Berlin and Rome bicker over migrants
Germany stopped taking in refugees from Italy at the end of August citing Italy's refusal to take back migrants who arrived in Europe via Italy and then travelled on to other countries, as it is obliged to do under EU law. Rome counters that it already has too many refugees: more than 7,000 people arrived on Lampedusa on Tuesday and Wednesday alone. Commentators are concerned by several aspects of the issue.
Time for action, not pointless muscle flexing
Corriere della Sera says Rome needs to change its tone:
“In Brussels, we must negotiate and avoid flexing one's muscles vis-à-vis partners by fuelling a battle that can't end well. In Rome, we must ask for the cooperation of mayors and governors in distributing the migrants throughout the country and recognising the status of those who meet the criteria. Only if we really get the migration crisis under control and guarantee rights can we also insist on those who arrive assuming their duties. And achieve the distribution throughout Europe that has been invoked for years but never realised.”
And the EU remains silent
La Stampa is annoyed by Brussels' passivity:
“The point is that a new migration crisis is breaking out in Europe, and the EU once again has no response. The crisis is not yet on a scale comparable to that in the summer of 2015, nevertheless the number of refugees arriving this year is setting alarm bells ringing. ... And the climate of mounting political tensions between Italy, France and Germany does not bode well. Yet listening to Ursula von der Leyen's 70-minute State of the Union speech, you would think nothing was happening. ... No direct reference to the events of the last few days. Not a single reference to the central Mediterranean route, which has now become the main gateway to Europe through which 114,000 people arrived in the first eight months of this year.”

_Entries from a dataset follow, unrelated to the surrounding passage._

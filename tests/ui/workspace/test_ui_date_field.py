"""Date fields take a whole typed date (ISO or the display format), year included."""

import datetime as dt

from PySide6.QtCore import QDate, Qt

from support.ui import sample_plan
from workbench.ui.workspace.date_field import DateField
from workbench.ui.workspace.settings_dialog import SettingsDialog


def type_into(qtbot, field: DateField, text: str) -> None:
    field.edit.setFocus()
    field.edit.selectAll()
    qtbot.keyClicks(field.edit, text)
    qtbot.keyClick(field.edit, Qt.Key.Key_Return)


def test_select_all_and_type_an_iso_date_keeps_its_year(qtbot):
    dialog = SettingsDialog(sample_plan().settings)       # start 02 Mar 2026
    qtbot.addWidget(dialog)
    dialog.show()
    type_into(qtbot, dialog.start, "2027-03-12")
    assert dialog.result_settings().start == dt.date(2027, 3, 12)
    type_into(qtbot, dialog.deadline, "30 Sep 2027")
    assert dialog.result_settings().deadline == dt.date(2027, 9, 30)


def test_the_display_format_is_shown_and_read_back(qtbot):
    field = DateField(dt.date(2026, 3, 2))
    qtbot.addWidget(field)
    assert field.edit.text() == "Mon 2 Mar 2026"       # the one date format (core.formatting)
    with qtbot.waitSignal(field.dateChanged) as changed:
        type_into(qtbot, field, "Fri 12 Mar 2027")
    assert changed.args == [QDate(2027, 3, 12)]
    assert field.day() == dt.date(2027, 3, 12) and field.edit.text() == "Fri 12 Mar 2027"


def test_text_that_is_not_a_date_is_named_and_the_last_date_kept(qtbot):
    field = DateField(dt.date(2026, 3, 2))
    qtbot.addWidget(field)
    type_into(qtbot, field, "2027-02-30")
    assert "February 2027 has 28 days" in field.problem()
    assert field.day() == dt.date(2026, 3, 2)
    assert "February 2027 has 28 days" in field.edit.toolTip()
    type_into(qtbot, field, "2027-02-28")
    assert field.problem() == "" and field.day() == dt.date(2027, 2, 28)


def test_settings_refuse_a_bad_date_naming_the_field(qtbot, ui_env):
    seen = []
    ui_env.replies["show_error"] = lambda parent, title, message: seen.append(message)
    dialog = SettingsDialog(sample_plan().settings)
    qtbot.addWidget(dialog)
    dialog.show()
    dialog.start.edit.setText("31 Apr 2027")
    dialog._accept()
    assert seen and seen[0].startswith("Start:") and "April 2027 has 30 days" in seen[0]
    assert dialog.result() == 0


def test_working_time_years_are_labelled_and_holidays_named(qtbot):
    from PySide6.QtWidgets import QLabel
    from workbench.ui.workspace.holiday_list import HolidayList
    holidays = HolidayList([dt.date(2027, 12, 25), dt.date(2027, 3, 10)], "DE", 2027)
    qtbot.addWidget(holidays)
    buddies = {label.buddy(): label.text() for label in holidays.findChildren(QLabel) if label.buddy()}
    assert buddies[holidays.first] == "From year" and buddies[holidays.last] == "to year"
    texts = [holidays.list.item(i).text() for i in range(holidays.list.count())]
    assert texts[0] == "Wed 10 Mar 2027"
    assert texts[1].startswith("Sat 25 Dec 2027 — ") and len(texts[1]) > len("Sat 25 Dec 2027 — ")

Meloni can't keep her promises
The Tages-Anzeiger comments smugly:
“For years Giorgia Meloni promised that a government under her leadership would put an end to illegal migration across the Mediterranean. Sea blockades, consistent deportation of irregular immigrants, a crackdown on smugglers, the confiscation and sinking of NGO rescue ships - Meloni and her party Fratelli d'Italia owe a large part of their extraordinary rise to power to such pledges. Against this backdrop, it seems almost ironic that 4,500 refugees arrived on the southern Italian island of Lampedusa in a single day this week. And that the number of crossings on the so-called central Mediterranean route has more than doubled compared to last year.”
Facing a new South-North conflict
The news website Liberal is concerned:
“The invasion [sic] of migrants in Lampedusa is as frightening as Europe's inability to deal with it. ... Migration will put European governments under increasing pressure and lead to tensions. The Meloni government's refusal to take in asylum seekers who are in Germany but entered the EU via Italy (under the Dublin procedure Italy, as the 'country of arrival', is responsible for reviewing their applications) and Berlin's tit-for-tat response of ceasing to take in migrants who are currently in Italy are just the beginning, according to analysts in the Italian media. We are facing a new South-North confrontation.”